Composition-Grounded Data Synthesis for Visual Reasoning

This paper introduces COGS, a data-efficient framework that synthesizes large-scale reasoning datasets by decomposing seed questions into primitive factors and recomposing them with new images, thereby significantly enhancing the visual reasoning capabilities of multi-modal large language models in annotation-scarce domains like charts and webpages.

Xinyi Gu, Jiayuan Mao, Zhang-Wei Hong, Zhuoran Yu, Pengyuan Li, Dhiraj Joshi, Rogerio Feris, Zexue He

Published 2026-03-05
📖 4 min read☕ Coffee break read

Here is an explanation of the paper "Composition-Grounded Data Synthesis for Visual Reasoning" (COGS) using simple language and creative analogies.

The Big Problem: The "Smart but Stuck" Robot

Imagine you have a very smart robot (an AI) that can see pictures and read text. It's great at simple things like "What color is this car?" or "Read this sign."

However, when you ask it a tricky question like, "If the blue bar in this chart grows by 10%, and the red bar shrinks by 5%, which one is bigger now?", the robot often gets confused. It tries to guess the answer directly without doing the math step-by-step.

The problem is that we don't have enough "practice tests" for these tricky questions. Creating thousands of human-written questions with step-by-step answers for charts and webpages is expensive and slow. It's like trying to teach a student for a math exam, but you only have five practice problems to work with.

The Solution: COGS (The "Lego" Teacher)

The authors created a new method called COGS. Think of COGS as a master teacher who doesn't just give the student more practice tests; instead, it teaches the student how to build their own practice tests.

Here is how COGS works, broken down into three simple steps:

1. The "Deconstruction" (Taking the Lego apart)

Imagine you have a complex Lego castle (a hard question).

  • Old Way: You just show the student the whole castle and say, "Build this."
  • COGS Way: The teacher takes the castle apart. They separate it into its basic bricks: a "window brick," a "door brick," and a "roof brick."
  • In the Paper: The AI takes a hard question (e.g., "Calculate the difference in growth between two countries") and breaks it down into tiny, simple steps called Factors.
    • Factor 1: Read the number for Country A.
    • Factor 2: Read the number for Country B.
    • Factor 3: Subtract B from A.

2. The "Reconstruction" (Building new castles)

Now, the teacher has a box full of these basic "bricks" (Factors). They grab a new picture (a new chart or webpage) that the AI has never seen before.

  • They pick up the "Read Number" brick and stick it onto the new picture.
  • They pick up the "Subtract" brick and stick it on top of that.
  • Result: They instantly create a brand new, unique question based on the new picture, using the same logic as the old one.

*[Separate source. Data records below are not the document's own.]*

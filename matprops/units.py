"""Units at the edges: pint's application registry, input coercion, outputs.

Inputs are plain numbers or arrays in the default units of each argument (K,
cm^-3, nm, s, ohm cm), or pint quantities in any unit of the right dimension
(offset temperatures such as degC are converted to kelvin here, never multiplied),
or strings such as ``"25 degC"``. Kernels then see plain float arrays in internal
units. Outputs are pint quantities of the application registry, so they mix with
the caller's own quantities.

Masked arrays (``numpy.ma``, also inside a quantity) are refused rather than
evaluated: their masked slots hold arbitrary fill values, and a quantity cannot carry
the mask out again. Evaluate ``a.compressed()`` (or ``a.filled(v)`` with a value of
your choice) and put the mask back with ``numpy.ma.masked_array(result, a.mask)``.
Booleans and complex numbers are refused too (numpy would read True as 1 and drop
an imaginary part), and so is a temperature difference (``delta_degC``) where an
absolute temperature belongs. Dates and durations (numpy ``datetime64`` and
``timedelta64``, Python ``datetime``, ``date``, ``time`` and ``timedelta``) are refused
everywhere: numpy would read 300 s as the number 300. A Python integer too large for a
float (>= 1.8e308) is an InputError, not an OverflowError.
"""

from __future__ import annotations

import datetime
import math
import re
import threading
from functools import cache
from typing import cast

import numpy as np
import pint

from . import vocabulary as _vocabulary
from .errors import InputError, UnitError

__all__ = [
    "Q_",
    "check_broadcast",
    "coerce",
    "kernel_input",
    "name",
    "names",
    "normalise_units",
    "parse",
    "pretty_units",
    "quantity",
    "to_magnitude",
    "unit",
    "ureg",
]  # (Q_ comes from the module __getattr__ below)

# pint's application registry, through its wrapper: every use goes to whatever registry
# the application has set (pint.set_application_registry), even one set after matprops
# was imported. Nothing here builds it: pint parses its definitions (~150 ms) on the
# first quantity made, not on import (see docs/simulation.md, "Start-up").
ureg = pint.get_application_registry()


_BUILDING = threading.Lock()
_BUILT = [None]  # the registry last seen fully built


def registry():
    """The current application registry, built (pint parses its definitions on first
    use) under a lock: pint's lazy registry is not safe to build from several threads at
    once (it changes class before its definitions are loaded), and the first quantity
    may be asked for by many threads together."""
    current = ureg.get()
    if current is not _BUILT[0]:
        with _BUILDING:
            current = ureg.get()
            current.Quantity  # noqa: B018 - builds a lazy registry (at once if built)
            _BUILT[0] = current
    return current


def __getattr__(name):
    if name == "Q_":  # the Quantity class of the current application registry
        return registry().Quantity
    raise AttributeError(f"module {__name__!r} has no attribute {name!r}")


def _Q(value, units=None):
    """A quantity of the current application registry (``ureg.Quantity(value, units)``)."""
    return registry().Quantity(value, units)
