/**
 * A form for budget parameters: a new version of `profile`, or a new budget profile when none is
 * given, prefilled from `initialParams`.
 */
export function BudgetEditor({
  studioId,
  profile,
  initialParams,
  onDone,
}: {
  studioId: string;
  profile?: Profile;
  initialParams: unknown;
  onDone: () => void;
}) {
  const [draft, setDraft] = useState<BudgetDraft>(() => budgetDraft(initialParams));
  const [profileName, setProfileName] = useState('');
  const [note, setNote] = useState('');
  const [tried, setTried] = useState(false);
  const [nameError, setNameError] = useState<string | undefined>();
  const createVersion = useCreateProfileVersion(studioId, 'budget');
  const createProfile = useCreateProfile(studioId, 'budget');
  const mutation = profile ? createVersion : createProfile;

  const check = checkBudgetDraft(draft);
  const serverIssues =
    mutation.error instanceof ApiRequestError
      ? mutation.error.issues.map((i) => ({ ...i, path: i.path.replace(/^params\.?/, '') || '(budget)' }))
      : [];
  const shown = check.issues.length > 0 ? check.issues : serverIssues;
  const at = (path: string) => shown.filter((i) => i.path === path).map((i) => i.message);
  const set = (mutate: (d: BudgetDraft) => void) => {
    setDraft((d) => {
      const next = structuredClone(d);
      mutate(next);
      return next;
    });
    if (mutation.error) mutation.reset();
  };
  const known = new Set<string>(['strokeMargin_m', 'comfort', 'startEnd', 'envelope']);
  for (const f of COMFORT_FIELDS) known.add(`comfort.${f.key}`);
  for (const f of START_END_FIELDS) known.add(`startEnd.${f.key}`);
  for (const axis of ENVELOPE_AXES) {
    known.add(`envelope.${axis}`);
    draft.envelope[axis].forEach((_, i) => {
      known.add(`envelope.${axis}[${i}]`);
      for (let k = 0; k < 3; k++) known.add(`envelope.${axis}[${i}][${k}]`);
    });
  }
  const general = shown.filter((i) => !known.has(i.path));
  const anyDemo =
    isDemoValue(['strokeMargin_m'], draft.strokeMargin_m) ||
    COMFORT_FIELDS.some((f) => isDemoValue(['comfort', f.key], draft.comfort[f.key])) ||
    ENVELOPE_AXES.some((axis) =>
      draft.envelope[axis].some((row, i) => row.some((v, k) => isDemoValue(['envelope', axis, i, k], v))),
    );

  const submit = (event: FormEvent<HTMLFormElement>) => {
    event.preventDefault();
    setTried(true);
    const missingName = !profile && !profileName.trim();
    setNameError(missingName ? 'required' : undefined);
    if (check.issues.length > 0 || missingName) return;
    if (profile)
      createVersion.mutate(
        { studioId, profileId: profile.id, params: check.params, note },
        { onSuccess: onDone },
      );
    else
      createProfile.mutate(
        { studioId, kind: 'budget', name: profileName.trim(), params: check.params, note },
        { onSuccess: onDone },
      );
  };

  return (
    <form
      onSubmit={submit}
      noValidate
      aria-label={profile ? `New version of ${profile.name}` : 'New budget profile'}
      className="flex flex-col gap-3 rounded bg-white p-3"
      data-testid="budget-editor"
    >
      {anyDemo ? (
        <p
          role="note"
          className="rounded border border-signal-400 bg-signal-400/10 px-3 py-2 text-xs text-ink-800"
        >
          Fields marked <DemoTag /> hold the demo values shipped with Legwork: invented for trying the
          product, not taken from any standard or code. Enter the envelope and limits from the venue&apos;s
          safety engineering and the code that applies to the ride.
        </p>
      ) : null}
      {!profile ? (
        <TextField
          label="Profile name"
          value={profileName}
          error={nameError}
          onChange={(e) => setProfileName(e.target.value)}
          className="max-w-sm"
        />
      ) : null}
      <div className="flex flex-wrap gap-4">
        <TextField
          label="Budget name (in the file)"
          value={draft.name}
          onChange={(e) => set((d) => void (d.name = e.target.value))}
          className="w-80"
          maxLength={200}
        />
        <TextField
          label="Version label (in the file)"
          value={draft.version}
          onChange={(e) => set((d) => void (d.version = e.target.value))}
          className="w-40"
          maxLength={50}
        />
      </div>
      <TextField
        label="Where the numbers come from"
        value={draft.source}
        onChange={(e) => set((d) => void (d.source = e.target.value))}
        maxLength={2000}
        hint="The venue's safety engineering, the applicable code and clause."
      />
      {general.length > 0 ? (
        <ul
          aria-label="Problems with the budget as a whole"
          className="flex flex-col gap-0.5 rounded border border-stop-500 px-3 py-2"
        >
          {general.map((issue, i) => (
            <li key={i}>
              <FieldError>
                <span className="font-mono">{issue.path}</span>: {issue.message}
              </FieldError>
            </li>
          ))}
        </ul>
      ) : null}

      <Group
        title="Acceleration-duration envelope (specific force at each seat, g)"
        note="Each row: the rider may be outside [lower, upper] for less than the duration at a time; a row with duration 0 is a bound never to reach. Rows by increasing duration; every row must contain the at-rest value."
      >
        <div className="flex flex-col gap-4">
          {ENVELOPE_AXES.map((axis) => {
            const rows = draft.envelope[axis];
            const parsedRows: EnvelopeRow[] = rows.map(
              (r) => r.map((s) => (s.trim() === '' ? NaN : Number(s))) as EnvelopeRow,
            );
            const axisProblems = at(`envelope.${axis}`);
            return (
              <div
                key={axis}
                className="grid gap-3 lg:grid-cols-[minmax(0,1fr)_minmax(0,24rem)]"
                data-axis={axis}
              >
                <div className="flex flex-col gap-1">
                  <table
                    className="self-start border-collapse text-sm"
                    aria-label={`Envelope rows, ${AXIS_TITLES[axis]}`}
                  >
                    <caption className="pb-1 text-left text-xs font-medium text-ink-800">
                      {AXIS_TITLES[axis]}{' '}
                      <span className="font-normal text-ink-600">(at rest {REST_G[axis]} g)</span>
                      {rows.some((row, i) => row.some((v, k) => isDemoValue(['envelope', axis, i, k], v))) ? (
                        <DemoTag />
                      ) : null}
                    </caption>
                    <thead>
                      <tr>
                        {['Duration (s)', 'Lower (g)', 'Upper (g)'].map((h) => (
                          <th key={h} scope="col" className="px-1 text-left text-xs font-normal text-ink-600">
                            {h}
                          </th>
                        ))}
                        <th />
                      </tr>
                    </thead>
                    {rows.map((row, i) => {
                      const rowPath = `envelope.${axis}[${i}]`;
                      const problems = [
                        ...at(rowPath),
                        ...['duration_s', 'lower_g', 'upper_g'].flatMap((name, k) =>
                          at(`${rowPath}[${k}]`).map((m) => `${name}: ${m}`),
                        ),
                      ];
                      return (
                        <tbody key={i} data-path={rowPath}>
                          <tr className="align-top">
                            {row.map((value, k) => {
                              const bad = at(`${rowPath}[${k}]`).length > 0 || at(rowPath).length > 0;
                              const names = ['duration', 'lower bound', 'upper bound'] as const;
                              return (
                                <td key={k} className="px-1 py-0.5">
                                  <input
                                    aria-label={`${axis} row ${i + 1} ${names[k]} (${k === 0 ? 's' : 'g'})`}
                                    inputMode="decimal"
                                    value={value}
                                    onChange={(event) =>
                                      set((d) => {
                                        const r = d.envelope[axis][i];
                                        if (r) r[k] = event.target.value;
                                      })
                                    }
                                    aria-invalid={bad ? true : undefined}
                                    className={`w-24 rounded border bg-white px-1.5 py-0.5 font-mono text-xs text-ink-900 ${bad ? 'border-stop-500' : 'border-ink-200'}`}
                                  />
                                  {isDemoValue(['envelope', axis, i, k], value) ? (
                                    <span className="sr-only"> (demo value, not a standard)</span>
                                  ) : null}
                                </td>
                              );
                            })}
                            <td className="px-1 py-0.5">
                              {rows.length > 1 ? (
                                <Button
                                  size="sm"
                                  variant="quiet"
                                  onClick={() => set((d) => void d.envelope[axis].splice(i, 1))}
                                  aria-label={`Remove ${axis} row ${i + 1}`}
                                >
                                  Remove
                                </Button>
                              ) : null}
                            </td>
                          </tr>
                          {problems.length > 0 ? (
                            <tr>
                              <td colSpan={4} className="px-1 pb-1">
                                <FieldError>{problems.join('; ')}</FieldError>
                              </td>
                            </tr>
                          ) : null}
                        </tbody>
                      );
                    })}
                  </table>
                  {axisProblems.length > 0 ? <FieldError>{axisProblems.join('; ')}</FieldError> : null}
                  <div>
                    <Button
                      size="sm"
                      onClick={() =>
                        set((d) => {
                          const last = d.envelope[axis].at(-1);
                          const next =
                            last && Number.isFinite(Number(last[0])) ? String(Number(last[0]) * 2 || 1) : '1';
                          d.envelope[axis].push([next, last?.[1] ?? '', last?.[2] ?? '']);
                        })
                      }
                    >
                      Add a row
                    </Button>
                  </div>
                </div>
                <EnvelopeChart title={AXIS_TITLES[axis]} rows={parsedRows} rest_g={REST_G[axis]} />
              </div>
            );
          })}
        </div>
      </Group>

      <Group title="Actuators">
        <NumberField
          label="Stroke margin"
          unit="m"
          value={draft.strokeMargin_m}
          onChange={(v) => set((d) => void (d.strokeMargin_m = v))}
          problems={at('strokeMargin_m')}
          demo={isDemoValue(['strokeMargin_m'], draft.strokeMargin_m)}
          hint="kept clear at each end of every leg's stroke"
        />
      </Group>

      <Group title="Comfort limits (findings a reviewer may clear with a reason)">
        <div className="flex flex-wrap gap-x-5 gap-y-2">
          {COMFORT_FIELDS.map((f) => (
            <NumberField
              key={f.key}
              label={f.label}
              unit={f.unit}
              value={draft.comfort[f.key]}
              onChange={(v) => set((d) => void (d.comfort[f.key] = v))}
              problems={at(`comfort.${f.key}`)}
              demo={isDemoValue(['comfort', f.key], draft.comfort[f.key])}
              {...('optional' in f ? { hint: 'optional; empty: not checked' } : {})}
            />
          ))}
        </div>
      </Group>

      <Group title="Start and end at neutral and at rest">
        <label className="inline-flex items-center gap-1.5 text-sm text-ink-800">
          <input
            type="checkbox"
            checked={draft.startEndOn}
            onChange={(e) => set((d) => void (d.startEndOn = e.target.checked))}
            className="accent-tealdeep-600"
          />
          Set this budget&apos;s own tolerances (otherwise 5 mm, 0.25 deg, 10 mm/s and 0.5 deg/s, the
          product&apos;s choice, not a standard&apos;s)
        </label>
        {draft.startEndOn ? (
          <div className="flex flex-wrap gap-x-5 gap-y-2">
            {START_END_FIELDS.map((f) => (
              <NumberField
                key={f.key}
                label={f.label}
                unit={f.unit}
                value={draft.startEnd[f.key]}
                onChange={(v) => set((d) => void (d.startEnd[f.key] = v))}
                problems={at(`startEnd.${f.key}`)}
                demo={false}
              />
            ))}
          </div>
        ) : null}
      </Group>

      <TextField label="Note (what changed and why)" value={note} onChange={(e) => setNote(e.target.value)} />
      {mutation.error ? <ErrorNotice error={mutation.error} /> : null}
      {tried && check.issues.length > 0 ? (
        <p role="alert" className="text-sm text-stop-700">
          Fix the problems marked above before saving; nothing was sent.
        </p>
      ) : null}
      <div className="flex gap-2">
        <Button type="submit" variant="primary" busy={mutation.isPending}>
          {profile ? 'Save as new version' : 'Create profile'}
        </Button>
        <Button variant="quiet" onClick={onDone}>
          Cancel
        </Button>
      </div>
      {mutation.isSuccess ? <Notice>Saved.</Notice> : null}
      <p className="text-xs text-ink-600">
        A budget supports, and never replaces, the ride manufacturer&apos;s engineering, the applicable codes
        (for example ASTM F2291 or EN 13814 / ISO 17842-1 where they apply) and a qualified person&apos;s
        sign-off.
      </p>
    </form>
  );
}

The Analogy: It's like having a recipe for a chocolate cake. Instead of baking the same cake 1,000 times, you take the recipe (the factors: flour, sugar, eggs) and apply it to a new set of ingredients (a different chart) to bake a "Strawberry Cake" or a "Blueberry Cake." You can make infinite variations without needing a new recipe for every single cake.

3. The "Coach" (Rewarding the steps)

This is the secret sauce. When the AI practices these new questions, the teacher doesn't just check if the final answer is right or wrong.

  • Old Way: "You got the answer wrong. Try again." (The AI doesn't know where it messed up).
  • COGS Way: The teacher checks every single step. "You read the numbers correctly! Good job. But you subtracted them wrong. Let's fix that step."
  • In the Paper: They use a special reward system that gives points for getting the intermediate steps right, not just the final answer. This forces the AI to learn how to think logically, step-by-step.

Why This Matters

The paper tested this on Charts (graphs) and Webpages (screenshots of websites).

  • The Result: The AI became much better at solving hard problems it had never seen before.
  • The Magic: It didn't just memorize the specific charts it practiced on. Because it learned the "building blocks" (the factors), it could apply those skills to completely new types of charts and websites. It's like learning the rules of chess; once you know the rules, you can play against any opponent, not just the ones you practiced with.

Summary in a Nutshell

COGS is a smart way to teach AI how to reason. Instead of feeding it millions of pre-written questions, it:

  1. Breaks hard questions into tiny, simple steps.
  2. Mixes and matches those steps with new images to create endless new practice problems.
  3. Rewards the AI for getting the steps right, ensuring it learns how to think, not just what to guess.

It turns a small handful of examples into a massive, diverse gym for the AI to train its brain.